◆ **ASSIGNMENT**:
Set down, please, exactly the lines below that run from the line with "(ε variable, c)." to the line with "let mut terms: BTreeMap<usize, f64>", both lines included.

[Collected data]

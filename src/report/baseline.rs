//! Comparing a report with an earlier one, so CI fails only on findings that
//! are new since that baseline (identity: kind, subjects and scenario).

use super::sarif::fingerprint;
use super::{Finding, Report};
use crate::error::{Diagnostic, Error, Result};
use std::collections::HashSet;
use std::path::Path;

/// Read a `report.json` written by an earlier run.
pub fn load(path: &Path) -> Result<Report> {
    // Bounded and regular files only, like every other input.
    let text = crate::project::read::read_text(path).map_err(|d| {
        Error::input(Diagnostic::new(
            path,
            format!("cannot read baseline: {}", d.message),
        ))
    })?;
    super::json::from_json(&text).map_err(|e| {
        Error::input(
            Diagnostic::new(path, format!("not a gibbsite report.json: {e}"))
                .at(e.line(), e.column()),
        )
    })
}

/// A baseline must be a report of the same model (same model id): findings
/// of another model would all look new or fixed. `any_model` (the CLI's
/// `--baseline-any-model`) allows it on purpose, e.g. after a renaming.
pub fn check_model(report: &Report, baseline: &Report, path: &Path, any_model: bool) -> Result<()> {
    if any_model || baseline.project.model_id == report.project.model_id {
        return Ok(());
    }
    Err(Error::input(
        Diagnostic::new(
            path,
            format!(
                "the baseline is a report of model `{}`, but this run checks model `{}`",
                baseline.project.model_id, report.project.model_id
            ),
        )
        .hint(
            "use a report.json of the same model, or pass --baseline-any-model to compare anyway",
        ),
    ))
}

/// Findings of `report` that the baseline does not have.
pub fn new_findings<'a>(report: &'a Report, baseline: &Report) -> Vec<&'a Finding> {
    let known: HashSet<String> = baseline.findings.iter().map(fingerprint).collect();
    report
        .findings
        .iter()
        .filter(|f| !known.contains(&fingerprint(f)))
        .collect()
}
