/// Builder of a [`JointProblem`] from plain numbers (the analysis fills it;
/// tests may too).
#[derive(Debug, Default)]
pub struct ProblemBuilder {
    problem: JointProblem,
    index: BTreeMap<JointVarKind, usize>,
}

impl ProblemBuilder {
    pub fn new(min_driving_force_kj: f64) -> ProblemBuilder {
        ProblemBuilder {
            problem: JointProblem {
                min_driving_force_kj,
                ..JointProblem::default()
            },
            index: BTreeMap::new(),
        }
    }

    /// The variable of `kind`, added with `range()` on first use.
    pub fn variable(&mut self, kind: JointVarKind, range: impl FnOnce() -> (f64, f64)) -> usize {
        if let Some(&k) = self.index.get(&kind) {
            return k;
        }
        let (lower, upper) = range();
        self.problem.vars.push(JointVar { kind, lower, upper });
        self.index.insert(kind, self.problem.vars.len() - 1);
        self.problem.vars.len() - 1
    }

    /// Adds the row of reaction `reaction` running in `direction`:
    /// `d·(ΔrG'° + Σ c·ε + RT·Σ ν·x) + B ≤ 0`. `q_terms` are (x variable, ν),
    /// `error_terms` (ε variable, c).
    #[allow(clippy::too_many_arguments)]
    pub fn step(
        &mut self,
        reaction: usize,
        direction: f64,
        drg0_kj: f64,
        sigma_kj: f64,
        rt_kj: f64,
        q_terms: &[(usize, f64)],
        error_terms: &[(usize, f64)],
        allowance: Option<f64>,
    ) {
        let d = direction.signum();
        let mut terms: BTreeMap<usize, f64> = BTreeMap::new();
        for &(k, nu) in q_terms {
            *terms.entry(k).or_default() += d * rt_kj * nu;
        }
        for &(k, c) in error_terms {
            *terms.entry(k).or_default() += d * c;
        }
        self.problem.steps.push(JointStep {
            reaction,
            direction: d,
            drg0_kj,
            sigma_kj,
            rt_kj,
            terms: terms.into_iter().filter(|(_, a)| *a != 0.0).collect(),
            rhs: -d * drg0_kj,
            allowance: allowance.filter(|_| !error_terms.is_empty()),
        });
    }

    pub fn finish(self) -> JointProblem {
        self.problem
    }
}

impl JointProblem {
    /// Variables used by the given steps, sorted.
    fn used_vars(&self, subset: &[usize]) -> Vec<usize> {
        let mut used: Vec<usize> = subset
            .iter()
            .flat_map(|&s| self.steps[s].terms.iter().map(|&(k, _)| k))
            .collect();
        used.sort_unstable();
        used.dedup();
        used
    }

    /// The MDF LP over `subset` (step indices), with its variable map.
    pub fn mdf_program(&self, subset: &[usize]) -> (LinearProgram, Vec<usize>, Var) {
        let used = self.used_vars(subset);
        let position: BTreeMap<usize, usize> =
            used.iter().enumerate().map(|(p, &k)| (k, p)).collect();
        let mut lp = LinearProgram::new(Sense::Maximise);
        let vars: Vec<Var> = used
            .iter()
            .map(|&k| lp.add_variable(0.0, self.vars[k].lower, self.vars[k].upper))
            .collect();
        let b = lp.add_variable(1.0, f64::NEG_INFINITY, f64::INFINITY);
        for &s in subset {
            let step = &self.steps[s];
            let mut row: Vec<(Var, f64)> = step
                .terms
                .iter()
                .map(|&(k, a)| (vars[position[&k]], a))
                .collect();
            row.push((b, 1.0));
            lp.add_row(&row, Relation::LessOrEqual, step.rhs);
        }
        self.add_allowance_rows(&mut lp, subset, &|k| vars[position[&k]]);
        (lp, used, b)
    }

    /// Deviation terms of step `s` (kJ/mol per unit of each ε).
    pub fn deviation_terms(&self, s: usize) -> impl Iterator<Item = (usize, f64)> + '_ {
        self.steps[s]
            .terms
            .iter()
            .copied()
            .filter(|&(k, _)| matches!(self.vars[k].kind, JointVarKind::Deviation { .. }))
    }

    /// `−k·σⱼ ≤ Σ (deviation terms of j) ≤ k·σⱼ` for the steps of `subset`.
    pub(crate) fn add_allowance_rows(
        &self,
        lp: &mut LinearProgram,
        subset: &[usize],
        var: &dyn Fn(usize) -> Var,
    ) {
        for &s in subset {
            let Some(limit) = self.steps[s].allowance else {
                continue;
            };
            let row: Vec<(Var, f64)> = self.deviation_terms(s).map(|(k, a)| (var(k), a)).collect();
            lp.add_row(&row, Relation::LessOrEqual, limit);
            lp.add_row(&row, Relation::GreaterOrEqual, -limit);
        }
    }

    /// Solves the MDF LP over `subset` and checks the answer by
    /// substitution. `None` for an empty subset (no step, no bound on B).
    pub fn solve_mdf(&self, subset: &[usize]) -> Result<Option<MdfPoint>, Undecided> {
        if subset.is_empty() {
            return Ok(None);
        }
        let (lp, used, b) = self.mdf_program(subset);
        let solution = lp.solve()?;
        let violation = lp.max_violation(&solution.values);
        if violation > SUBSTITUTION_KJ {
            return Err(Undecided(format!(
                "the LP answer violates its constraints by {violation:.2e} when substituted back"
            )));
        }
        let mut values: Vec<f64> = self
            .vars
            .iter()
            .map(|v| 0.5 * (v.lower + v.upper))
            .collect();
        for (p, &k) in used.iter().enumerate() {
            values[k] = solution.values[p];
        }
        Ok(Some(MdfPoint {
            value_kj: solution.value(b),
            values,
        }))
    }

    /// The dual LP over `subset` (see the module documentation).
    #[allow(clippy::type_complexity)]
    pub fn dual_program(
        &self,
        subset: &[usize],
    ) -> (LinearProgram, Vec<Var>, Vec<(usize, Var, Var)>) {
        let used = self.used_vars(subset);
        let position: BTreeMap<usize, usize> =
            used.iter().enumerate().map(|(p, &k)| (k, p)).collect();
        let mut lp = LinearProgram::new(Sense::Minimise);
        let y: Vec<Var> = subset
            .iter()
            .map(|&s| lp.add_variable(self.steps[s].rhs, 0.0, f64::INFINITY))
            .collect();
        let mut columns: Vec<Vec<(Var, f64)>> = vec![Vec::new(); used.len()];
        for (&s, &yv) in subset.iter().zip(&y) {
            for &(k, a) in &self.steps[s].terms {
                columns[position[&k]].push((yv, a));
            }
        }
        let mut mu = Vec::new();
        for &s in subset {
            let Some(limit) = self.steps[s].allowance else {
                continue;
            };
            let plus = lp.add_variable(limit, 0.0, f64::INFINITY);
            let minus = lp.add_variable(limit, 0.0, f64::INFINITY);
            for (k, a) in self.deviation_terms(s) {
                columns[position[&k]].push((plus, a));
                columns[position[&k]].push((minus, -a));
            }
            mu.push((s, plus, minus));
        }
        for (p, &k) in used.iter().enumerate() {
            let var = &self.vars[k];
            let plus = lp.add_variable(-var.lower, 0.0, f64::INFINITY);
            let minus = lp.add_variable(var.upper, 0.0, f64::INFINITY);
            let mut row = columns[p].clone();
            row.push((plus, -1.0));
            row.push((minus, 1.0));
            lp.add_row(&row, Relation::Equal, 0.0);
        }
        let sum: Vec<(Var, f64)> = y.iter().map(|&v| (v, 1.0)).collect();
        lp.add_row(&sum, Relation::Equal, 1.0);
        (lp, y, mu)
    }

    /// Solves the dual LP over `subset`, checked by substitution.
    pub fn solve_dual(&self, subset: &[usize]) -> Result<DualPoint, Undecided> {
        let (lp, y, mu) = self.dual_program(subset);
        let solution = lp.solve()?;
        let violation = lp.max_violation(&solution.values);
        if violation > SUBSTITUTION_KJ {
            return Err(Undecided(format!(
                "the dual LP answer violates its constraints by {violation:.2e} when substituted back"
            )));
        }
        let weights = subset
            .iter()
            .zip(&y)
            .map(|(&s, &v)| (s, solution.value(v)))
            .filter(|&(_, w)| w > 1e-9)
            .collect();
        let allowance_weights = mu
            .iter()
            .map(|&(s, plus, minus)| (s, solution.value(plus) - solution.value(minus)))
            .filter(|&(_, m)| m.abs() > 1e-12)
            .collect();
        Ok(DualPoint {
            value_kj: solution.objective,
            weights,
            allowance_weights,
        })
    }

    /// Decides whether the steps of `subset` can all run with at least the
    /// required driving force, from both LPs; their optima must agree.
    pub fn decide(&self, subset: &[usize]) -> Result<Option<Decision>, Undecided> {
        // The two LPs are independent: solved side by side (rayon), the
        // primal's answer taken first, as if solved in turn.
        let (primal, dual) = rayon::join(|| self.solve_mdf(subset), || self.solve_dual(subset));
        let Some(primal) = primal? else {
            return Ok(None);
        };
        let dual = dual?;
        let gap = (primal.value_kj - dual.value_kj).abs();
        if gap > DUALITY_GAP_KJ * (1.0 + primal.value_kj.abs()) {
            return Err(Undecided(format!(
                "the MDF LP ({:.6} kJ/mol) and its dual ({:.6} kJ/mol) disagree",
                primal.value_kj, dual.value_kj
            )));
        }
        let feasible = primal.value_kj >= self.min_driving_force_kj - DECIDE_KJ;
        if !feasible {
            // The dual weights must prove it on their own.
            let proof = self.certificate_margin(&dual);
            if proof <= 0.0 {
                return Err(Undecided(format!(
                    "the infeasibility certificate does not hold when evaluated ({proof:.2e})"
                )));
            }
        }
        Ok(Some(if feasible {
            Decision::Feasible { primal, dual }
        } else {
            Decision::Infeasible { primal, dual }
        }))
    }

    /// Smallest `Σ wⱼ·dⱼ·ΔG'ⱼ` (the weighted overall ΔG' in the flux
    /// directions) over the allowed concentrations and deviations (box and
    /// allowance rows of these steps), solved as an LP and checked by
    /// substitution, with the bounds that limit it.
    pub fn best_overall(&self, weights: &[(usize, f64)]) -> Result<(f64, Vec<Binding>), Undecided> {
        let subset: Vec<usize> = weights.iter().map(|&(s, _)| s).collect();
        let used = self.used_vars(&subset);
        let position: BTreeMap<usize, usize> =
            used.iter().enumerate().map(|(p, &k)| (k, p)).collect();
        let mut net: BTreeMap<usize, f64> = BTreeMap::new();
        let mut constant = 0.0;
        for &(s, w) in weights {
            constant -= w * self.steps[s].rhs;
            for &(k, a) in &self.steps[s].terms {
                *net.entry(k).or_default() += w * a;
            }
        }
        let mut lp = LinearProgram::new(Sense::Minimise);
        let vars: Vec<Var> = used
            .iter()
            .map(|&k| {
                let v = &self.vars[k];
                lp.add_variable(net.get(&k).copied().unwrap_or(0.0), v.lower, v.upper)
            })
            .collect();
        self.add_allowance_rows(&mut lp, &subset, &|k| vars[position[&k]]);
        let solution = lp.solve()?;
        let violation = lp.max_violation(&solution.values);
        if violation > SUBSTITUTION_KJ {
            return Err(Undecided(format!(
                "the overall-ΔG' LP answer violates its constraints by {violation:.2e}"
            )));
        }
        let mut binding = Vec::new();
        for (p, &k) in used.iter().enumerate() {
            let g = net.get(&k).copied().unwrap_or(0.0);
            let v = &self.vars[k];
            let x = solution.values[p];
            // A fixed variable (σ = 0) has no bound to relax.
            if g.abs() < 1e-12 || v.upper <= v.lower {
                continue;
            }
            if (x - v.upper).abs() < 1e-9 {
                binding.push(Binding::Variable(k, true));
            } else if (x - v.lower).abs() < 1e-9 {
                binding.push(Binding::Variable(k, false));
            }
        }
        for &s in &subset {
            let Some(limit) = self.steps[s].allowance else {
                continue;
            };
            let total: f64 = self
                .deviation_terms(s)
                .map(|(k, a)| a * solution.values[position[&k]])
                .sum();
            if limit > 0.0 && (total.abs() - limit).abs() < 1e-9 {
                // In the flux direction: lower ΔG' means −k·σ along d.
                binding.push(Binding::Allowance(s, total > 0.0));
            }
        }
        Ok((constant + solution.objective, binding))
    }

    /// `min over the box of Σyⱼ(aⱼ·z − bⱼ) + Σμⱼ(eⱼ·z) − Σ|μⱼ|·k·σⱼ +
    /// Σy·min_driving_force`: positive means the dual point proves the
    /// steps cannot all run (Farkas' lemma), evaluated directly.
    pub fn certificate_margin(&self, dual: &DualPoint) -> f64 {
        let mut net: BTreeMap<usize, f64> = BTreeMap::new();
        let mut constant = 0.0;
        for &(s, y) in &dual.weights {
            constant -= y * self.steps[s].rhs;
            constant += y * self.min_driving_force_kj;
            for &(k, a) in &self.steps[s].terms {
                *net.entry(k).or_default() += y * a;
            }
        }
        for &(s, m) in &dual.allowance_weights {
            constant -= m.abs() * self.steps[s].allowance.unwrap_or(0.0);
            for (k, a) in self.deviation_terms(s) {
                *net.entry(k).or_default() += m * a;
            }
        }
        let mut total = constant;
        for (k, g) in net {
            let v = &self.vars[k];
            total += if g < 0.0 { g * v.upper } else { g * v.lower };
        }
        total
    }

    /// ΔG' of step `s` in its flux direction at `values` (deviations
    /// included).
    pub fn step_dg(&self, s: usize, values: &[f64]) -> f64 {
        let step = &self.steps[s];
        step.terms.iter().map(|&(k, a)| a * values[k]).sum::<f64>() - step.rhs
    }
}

◆ **SOLVED PROBLEM**:
    /// `error_terms` (ε variable, c).
    #[allow(clippy::too_many_arguments)]
    pub fn step(
        &mut self,
        reaction: usize,
        direction: f64,
        drg0_kj: f64,
        sigma_kj: f64,
        rt_kj: f64,
        q_terms: &[(usize, f64)],
        error_terms: &[(usize, f64)],
        allowance: Option<f64>,
    ) {
        let d = direction.signum();
        let mut terms: BTreeMap<usize, f64> = BTreeMap::new();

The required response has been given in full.